* _WORK TO BE COMPLETED_: Repeat nothing but the lines below running from the one containing "WINDOW_HALO = 16" to the one containing "made for the". Keep both end lines.

◇ ◇ ◇ ◇ ◇ ◇ ◇

def prepare(config: Config, progress: Progress = None, need_radiation: bool | None = None) -> Setup:
    """Read and check every input of ``config`` once.

    Parameters
    ----------
    config : Config
    progress : callable(label, done, total), optional
        Progress reports of the long steps (see :mod:`firnline.progress`).
    need_radiation : bool, optional
        Build the radiation table; default: when ``[melt] method = "radiation"``.
    """
    t0 = time.perf_counter()
    notes: list[str] = []
    grid = read_dem(config.dem.path)
    notes += grid.notes
    slope, aspect = slope_aspect(grid.elevation, *grid.cell_size_m)
    checksums = input_checksums(config, grid)
    if config.glaciers is not None:
        gl = glaciers_mod.load_glaciers(config.glaciers.outlines, config.glaciers.id_field,
                                        config.glaciers.layer, grid.crs, grid.transform, grid.shape,
                                        grid.valid, grid.cell_area_m2)
        checksums["outlines"] = file_checksum(config.glaciers.outlines)
    else:
        gl = glaciers_mod.whole_grid(config.site.name, grid.valid, grid.cell_area_m2)
    notes += list(gl.warnings)
    cells = np.flatnonzero(grid.valid.ravel())
    forcing, sums = load_forcing(config, grid, cells)
    checksums.update(sums)
    notes += forcing.notes
    weight, observed = runoff_inputs(config, grid, cells, checksums, notes)
    t1 = time.perf_counter()
    timings = {"read_inputs_s": t1 - t0}
    if need_radiation is None:
        need_radiation = config.melt.method == "radiation"
    table = None
    if need_radiation and cells.size > WINDOW_RADIATION_CELLS:
        table = WindowRadiation(grid, config, cells)
        notes.append(f"radiation climatology: made for each unit of work ({cells.size} cells are more than "
                     f"{WINDOW_RADIATION_CELLS} for one table of the whole DEM; not cached)")
    elif need_radiation:
        table, _, note = radiation_climatology(grid, slope, aspect, config, progress)
        notes.append(note)
        timings["radiation_s"] = time.perf_counter() - t1
    del aspect                  # only the radiation table needs it (8 B per DEM cell)
    routing = None
    by_window = config.snow.redistribution == "gravitational" and cells.size > WINDOW_ROUTING_CELLS
    if by_window:
        notes.append(f"snow routing: made for each unit of work and the cells upslope of it ({cells.size} "
                     f"cells are more than {WINDOW_ROUTING_CELLS} for one routing of the whole DEM)")
    elif config.snow.redistribution == "gravitational":
        from . import slide_cache
        t2 = time.perf_counter()
        routing, note = slide_cache.cached_routing(
            config.radiation.cache_dir, grid.checksum, grid.transform, grid.elevation, grid.valid,
            grid.cell_size_m, slope, config.snow.snow_density_kg_m3, config.snow.min_slide_slope_deg)
        notes.append(note)
        timings["routing_s"] = time.perf_counter() - t2
    glacier_pos = tuple(np.searchsorted(cells, c) for c in gl.cells)
    del slope
    return Setup(config=config, grid=grid, glaciers=gl,
                 forcing=forcing, cells=cells, z_m=None,
                 glacier_mask=gl.total_fraction.ravel()[cells] > 0,
                 glacier_pos=glacier_pos,
                 radiation=table, checksums=checksums, notes=tuple(notes), timings=timings,
                 catchment_weight=weight, discharge=observed,
                 columns=ColumnTable.build(cells.size, glacier_pos, gl.fractions), routing=routing,
                 routing_by_window=by_window)


#: A DEM of more valid cells than this does not get one snow routing of the whole DEM (13 B per
#: cell held, about 30 B more while it is built): each run over some cells makes the routing of
#: a window around them (:func:`upslope_setup`). Up to it the routing of the whole DEM is made
#: once and cached on disk (:mod:`firnline.slide_cache`).
WINDOW_ROUTING_CELLS = 1 << 24
#: Cells around the asked cells' bounding box in the first window of :func:`upslope_setup`
#: (doubled until the cells upslope of them stay clear of the window's edge).
WINDOW_HALO = 16


def window_routing(setup: Setup, rows: tuple[int, int], cols: tuple[int, int]):
    """The snow routing (:func:`firnline.snowslide.build_routing`) of a window of the DEM, over its
    valid cells in ``cells`` order, with the Horn slope of the window: that of the whole DEM for
    every cell whose 3 x 3 neighbourhood lies in the window."""
    from .snowslide import build_routing

    grid, snow = setup.grid, setup.config.snow
    z = grid.elevation[rows[0]:rows[1], cols[0]:cols[1]]
    slope, aspect = slope_aspect(z, *grid.cell_size_m)
    del aspect
    return build_routing(z, grid.valid[rows[0]:rows[1], cols[0]:cols[1]], grid.cell_size_m, slope,
                         snow.snow_density_kg_m3, snow.min_slide_slope_deg)


#: With ``[melt] method = "radiation"``, a DEM of more valid cells than this gets no radiation table
#: of the whole DEM (186 B per cell, 1.6 GB here, and not cached): :class:`WindowRadiation` makes
#: that of the cells a run asks for, window by window of the DEM (a unit of a tiled run: its own).
WINDOW_RADIATION_CELLS = 1 << 23
#: The cells of a :class:`WindowRadiation` table are made in windows of at most this many cells a
#: side (each with a horizon halo), so asked cells spread over the DEM cost their blocks only.
RADIATION_WINDOW = 2048


class WindowRadiation:
    """The radiation table of a DEM too large for one (:data:`WINDOW_RADIATION_CELLS`), made for the
    cells a run asks for: ``subset(positions)`` (what :meth:`Setup.select` and the kernel's cells
    call on a table) gives the :class:`~firnline.radiation.RadiationTable` of those cells, the
    values of the whole DEM's table bit for bit (:func:`window_radiation`). The last table made is
    kept, so a calibration that runs the same cells again does not make it again."""

    def __init__(self, grid: Grid, config: Config, cells: np.ndarray):
        from .radiation import sun_constants

        self.grid, self.config, self.cells = grid, config, cells
        ny, nx = grid.shape
        lo, hi = np.inf, -np.inf
        for r0 in range(0, ny, 256):            # the valid cells' latitude range, band by band
            r1 = min(ny, r0 + 256)
            v = grid.valid[r0:r1]
            if v.any():
                lat = grid.lonlat((r0, r1))[1]
                lo = min(lo, float(np.min(lat, where=v, initial=np.inf)))
                hi = max(hi, float(np.max(lat, where=v, initial=-np.inf)))
        r, c = divmod(int(cells[cells.size // 2]), nx)      # the middle valid cell in C order
        h0, h1 = max(0, r - 1), min(ny, r + 2)
        lon, lat = grid.lonlat((h0, h1), (c, c + 1))
        self.sun = sun_constants((lo, hi), lat, lon, r - h0)
        self._last = None

    @property
    def n_cells(self) -> int:
        return int(self.cells.size)

    def subset(self, positions):
        """The table of some cells (positions in ``cells`` order, in any order and repeated as the
        kernel's surface columns repeat a cell)."""
        pos = np.asarray(positions, dtype=np.int64)
        key = (pos.size, hash(pos.tobytes()))
        if self._last is None or self._last[0] != key:
            ascending = pos.size < 2 or bool(np.all(np.diff(pos) > 0))
            uniq, inverse = (pos, None) if ascending else np.unique(pos, return_inverse=True)
            table = window_radiation(self.grid, self.config, self.cells[uniq], self.sun)
            if inverse is not None:
                table = table.subset(inverse)
            self._last = (key, table)
        return self._last[1]

    def __getstate__(self):
        state = dict(self.__dict__)
        state["_last"] = None
        return state


def window_radiation(grid: Grid, config: Config, flat: np.ndarray, sun) -> RadiationTable:
    """The radiation table of some DEM cells (ascending flat indices ``flat``), made in blocks of
    :data:`RADIATION_WINDOW` cells a side: for each block holding some of them, a window of the
    DEM over their bounding box and the rows either side (:func:`firnline.radiation.window_table`,
    with the whole DEM's sun constants ``sun``), its slope and aspect from the DEM around it, and
    its horizons from a halo of :func:`firnline.horizon.window_halo_cells` around it
    (:func:`firnline.horizon.window_sines`). Each cell then has its whole-DEM slope, aspect,
    grid convergence and horizons, so the table is that of the whole DEM's, bit for bit."""
    from .horizon import window_halo_cells, window_sines
    from .radiation import STORAGE_SCALE_W_M2, day_nodes, window_table

    rc = config.radiation
    ny, nx = grid.shape
    flat = np.asarray(flat, dtype=np.int64)
    rr, cc = (a.astype(np.int32) for a in np.divmod(flat, nx))    # 8 B per cell, not 16
    block = (rr // RADIATION_WINDOW) * np.int32(-(-nx // RADIATION_WINDOW)) + cc // RADIATION_WINDOW
    if flat.size and block.min() == block.max():
        # one block (a unit's cut): its table is the result, not a copy
        groups, values = [slice(None)], None
    else:
        order = np.argsort(block, kind="stable")
        groups = np.split(order, np.flatnonzero(np.diff(block[order])) + 1) if flat.size else []
        values = np.empty((len(day_nodes()), flat.size), dtype=np.uint16)
        del order
    del block
    halo = window_halo_cells(grid.cell_size_m, rc.horizon_distance_m)
    for idx in groups:
        r, c = (rr, cc) if values is None else (rr[idx], cc[idx])
        t0, t1 = max(0, int(r.min()) - 1), min(ny, int(r.max()) + 2)       # the table's window
        c0, c1 = int(c.min()), int(c.max()) + 1
        s0, s1 = max(0, t0 - 1), min(ny, t1 + 1)                           # its slope's window
        sc0, sc1 = max(0, c0 - 1), min(nx, c1 + 1)
        slope, aspect = slope_aspect(grid.elevation[s0:s1, sc0:sc1], *grid.cell_size_m)
        inner = (slice(t0 - s0, t1 - s0), slice(c0 - sc0, c1 - sc0))
        slope, aspect = slope[inner], aspect[inner]
        z0, z1 = max(0, t0 - halo), min(ny, t1 + halo)                     # its horizons' window
        zc0, zc1 = max(0, c0 - halo), min(nx, c1 + halo)
        z, zv = grid.elevation[z0:z1, zc0:zc1], grid.valid[z0:z1, zc0:zc1]

        def codes(a, b, z=z, zv=zv, z0=z0, zc0=zc0, t0=t0, c0=c0, c1=c1):
            return window_sines(z, zv, (z0, zc0), grid.shape, (t0 + a, t0 + b), (c0, c1), grid.cell_size_m,
                                rc.horizon_sectors, rc.horizon_distance_m)

        asked = np.zeros((t1 - t0, c1 - c0), dtype=bool)
        asked[r - t0, c - c0] = True
        del r, c
        if values is None:
            del rr, cc
        lon, lat = grid.lonlat((t0, t1), (c0, c1))
        table = window_table(grid.elevation[t0:t1, c0:c1], asked, slope, aspect, lat, lon, codes,
                             config.melt.transmissivity, rc.time_step_minutes, rc.horizon_sectors, sun)
        del slope, aspect, lat, lon, z, zv
        if values is None:
            return table
        values[:, idx] = table.values       # idx ascends within a block: the table's C order
    return RadiationTable(doy_nodes=day_nodes(), values=values, scale_w_m2=STORAGE_SCALE_W_M2)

◇ ◇ ◇ ◇ ◇ ◇ ◇

* _TASK RESPONSE_:
WINDOW_HALO = 16


def window_routing(setup: Setup, rows: tuple[int, int], cols: tuple[int, int]):
    """The snow routing (:func:`firnline.snowslide.build_routing`) of a window of the DEM, over its
    valid cells in ``cells`` order, with the Horn slope of the window: that of the whole DEM for
    every cell whose 3 x 3 neighbourhood lies in the window."""
    from .snowslide import build_routing

    grid, snow = setup.grid, setup.config.snow
    z = grid.elevation[rows[0]:rows[1], cols[0]:cols[1]]
    slope, aspect = slope_aspect(z, *grid.cell_size_m)
    del aspect
    return build_routing(z, grid.valid[rows[0]:rows[1], cols[0]:cols[1]], grid.cell_size_m, slope,
                         snow.snow_density_kg_m3, snow.min_slide_slope_deg)


#: With ``[melt] method = "radiation"``, a DEM of more valid cells than this gets no radiation table
#: of the whole DEM (186 B per cell, 1.6 GB here, and not cached): :class:`WindowRadiation` makes
#: that of the cells a run asks for, window by window of the DEM (a unit of a tiled run: its own).
WINDOW_RADIATION_CELLS = 1 << 23
#: The cells of a :class:`WindowRadiation` table are made in windows of at most this many cells a
#: side (each with a horizon halo), so asked cells spread over the DEM cost their blocks only.
RADIATION_WINDOW = 2048


class WindowRadiation:
    """The radiation table of a DEM too large for one (:data:`WINDOW_RADIATION_CELLS`), made for the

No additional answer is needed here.